Einstein derived the relation in a four-page 1905 paper, "Does the inertia of a body depend upon its energy content?" — published months after his founding paper on special relativity. It is famously the only equation Hawking included in A Brief History of Time.
Why it matters
How it works
The 1905 derivation considered a body at rest emitting two equal pulses of light in opposite directions. By Lorentz-transforming the energies into a frame where the body is moving, Einstein showed the body must have lost an amount of mass equal to the emitted energy divided by c². The conclusion: emitting energy reduces inertia.
The relation is exact for rest energy. A body of rest mass m has a rest energy E₀ = mc² even when it is not moving. When it moves, its total relativistic energy is E = γmc² where γ = 1/√(1 − v²/c²). In the low-speed limit this reduces to the familiar E ≈ mc² + ½mv² — Newtonian kinetic energy as a tiny correction to the dominant rest-energy term.

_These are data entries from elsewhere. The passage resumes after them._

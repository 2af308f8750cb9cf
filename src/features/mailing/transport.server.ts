import { PassThrough, type Readable } from 'node:stream';
import { createTransport } from 'nodemailer';
import type { Answer, Phase } from './outcome';

/** As many messages are under way at once as there are connections, never more. */
export const LANES = 4;
const MINUTE = 60_000;
/** RFC 5321, 4.5.3.2: a shorter wait for the answer to the last dot makes duplicates. */
const USUAL_TIMEOUTS = { connectionTimeout: 2 * MINUTE, greetingTimeout: 5 * MINUTE, socketTimeout: 10 * MINUTE };

export interface Message {
  /** Where refusals go, and the one recipient. */
  readonly envelope: { readonly from: string; readonly to: string };
  readonly from: { readonly name: string; readonly address: string };
  readonly to: { readonly name: string; readonly address: string };
  readonly replyTo?: string;
  readonly subject: string;
  readonly text: string;
  readonly html?: string;
  readonly messageId: string;
  readonly date: Date;
  readonly headers: Readonly<Record<string, string>>;
}

export interface MailTransport {
  /** Never throws for what a server or the net does; the answer says how far it got. */
  send(message: Message, options?: { readonly signal?: AbortSignal }): Promise<Answer>;
  close(): void;
}

export interface TransportOptions {
  readonly lanes?: number;
  readonly timeouts?: Partial<typeof USUAL_TIMEOUTS>;
}

/**
 * One pool of connections to one server. nodemailer's error alone cannot tell a line that broke before the message was
 * whole from one that broke after the last dot, so the message goes through a stream that is asked how far it was read.
 */
export function openTransport(smtpUrl: string, { lanes = LANES, timeouts }: TransportOptions = {}): MailTransport {
  const mailer = createTransport({
    ...readSmtpUrl(smtpUrl),
    pool: true,
    maxConnections: lanes,
    maxMessages: Infinity,
    // The pool must not send again on its own: who gets what twice is decided in the outbox.
    maxRequeues: 0,
    ...USUAL_TIMEOUTS,
    ...timeouts,
    disableFileAccess: true,
    disableUrlAccess: true,
  });
  mailer.use('stream', (mail, done) => {
    const { witness } = mail.data as { witness?: Witness };
    mail.message.processFunc((message: Readable) => {
      const stream = message.pipe(new PassThrough());
      if (witness) witness.stream = stream;
      return stream;
    });
    done();
  });

  return {
    async send({ envelope, from, to, headers, ...message }, { signal } = {}) {
      // Such an address may only be named to a server that offers SMTPUTF8 (RFC 6531), which the pool does not tell.
      if (/[^\0-\x7f]/.test(envelope.to.slice(0, envelope.to.lastIndexOf('@')))) return NOT_ASCII;
      const witness: Witness = {};
      try {
        const info = await mailer.sendMail({
          ...message,
          envelope: { from: envelope.from, to: [envelope.to] },
          from: { ...from },
          to: { ...to },
          headers: Object.fromEntries(Object.entries(headers).map(asWritten)),
          // The same on a resend, so that both copies are the same to the byte.
          baseBoundary: /[0-9a-f]{8,}/.exec(message.messageId)?.[0] ?? 'letter',
          textEncoding: 'quoted-printable',
          signal,
          witness,
        } as Parameters<typeof mailer.sendMail>[0]);
        return { phase: 'complete', code: Number(/^\d{3}/.exec(info.response)?.[0] ?? 250), reply: info.response };
      } catch (error) {
        return answerOf(error as SmtpError, witness);
      }
    },
    close: () => mailer.close(),
  };
}

/** Our headers are ASCII as they are; nodemailer would wrap a quoted name and the id after it in an encoded word. */
const asWritten = ([name, value]: [string, string]) =>
  [name, { prepared: true, foldLines: true, value: value.replace(/[^\x20-\x7e]/g, '') }] as const;

const NOT_ASCII: Answer = {
  phase: 'connect',
  code: null,
  enhanced: '5.6.7',
  reply: 'Letters other than a to z before the @ cannot be written to.',
  refusedHere: true,
};

interface Witness {
  stream?: Readable;
}
interface SmtpError extends Error {
  readonly code?: string;
  readonly command?: string;
  readonly response?: string;
  readonly responseCode?: number;
}

function answerOf(error: SmtpError, { stream }: Witness): Answer {
  const code = error.responseCode ?? null;
  return {
    phase: phaseOf(stream),
    command: error.command,
    code,
    reply: error.response ?? error.message,
    refusedHere: code === null && (error.code === 'EENVELOPE' || error.code === 'EMESSAGE'),
  };
}

/** The stream is made once the connection stands, read once the server asks for the message, and ends before its last dot. */
function phaseOf(stream: Readable | undefined): Phase {
  if (!stream) return 'connect';
  if (stream.readableEnded) return 'complete';
  return stream.readableDidRead ? 'body' : 'envelope';
}

function readSmtpUrl(smtpUrl: string) {
  const url = new URL(smtpUrl);
  const secure = url.protocol === 'smtps:';
  const user = decodeURIComponent(url.username);
  return {
    host: url.hostname.replace(/^\[|\]$/g, ''),
    port: Number(url.port) || (secure ? 465 : 587),
    secure,
    ...(user ? { auth: { user, pass: decodeURIComponent(url.password) } } : {}),
  };
}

The most direct experimental signature is in nuclear physics. Weigh the constituents of a deuterium nucleus (proton + neutron) separately, then weigh the bound deuteron: the deuteron is lighter by a mass defect of ~2.2 MeV/c², the binding energy. The same accounting balances every fusion reaction in stars, every fission reaction in reactors, every particle creation in colliders, and every annihilation event in detectors. It is one of the most stringently tested relations in physics.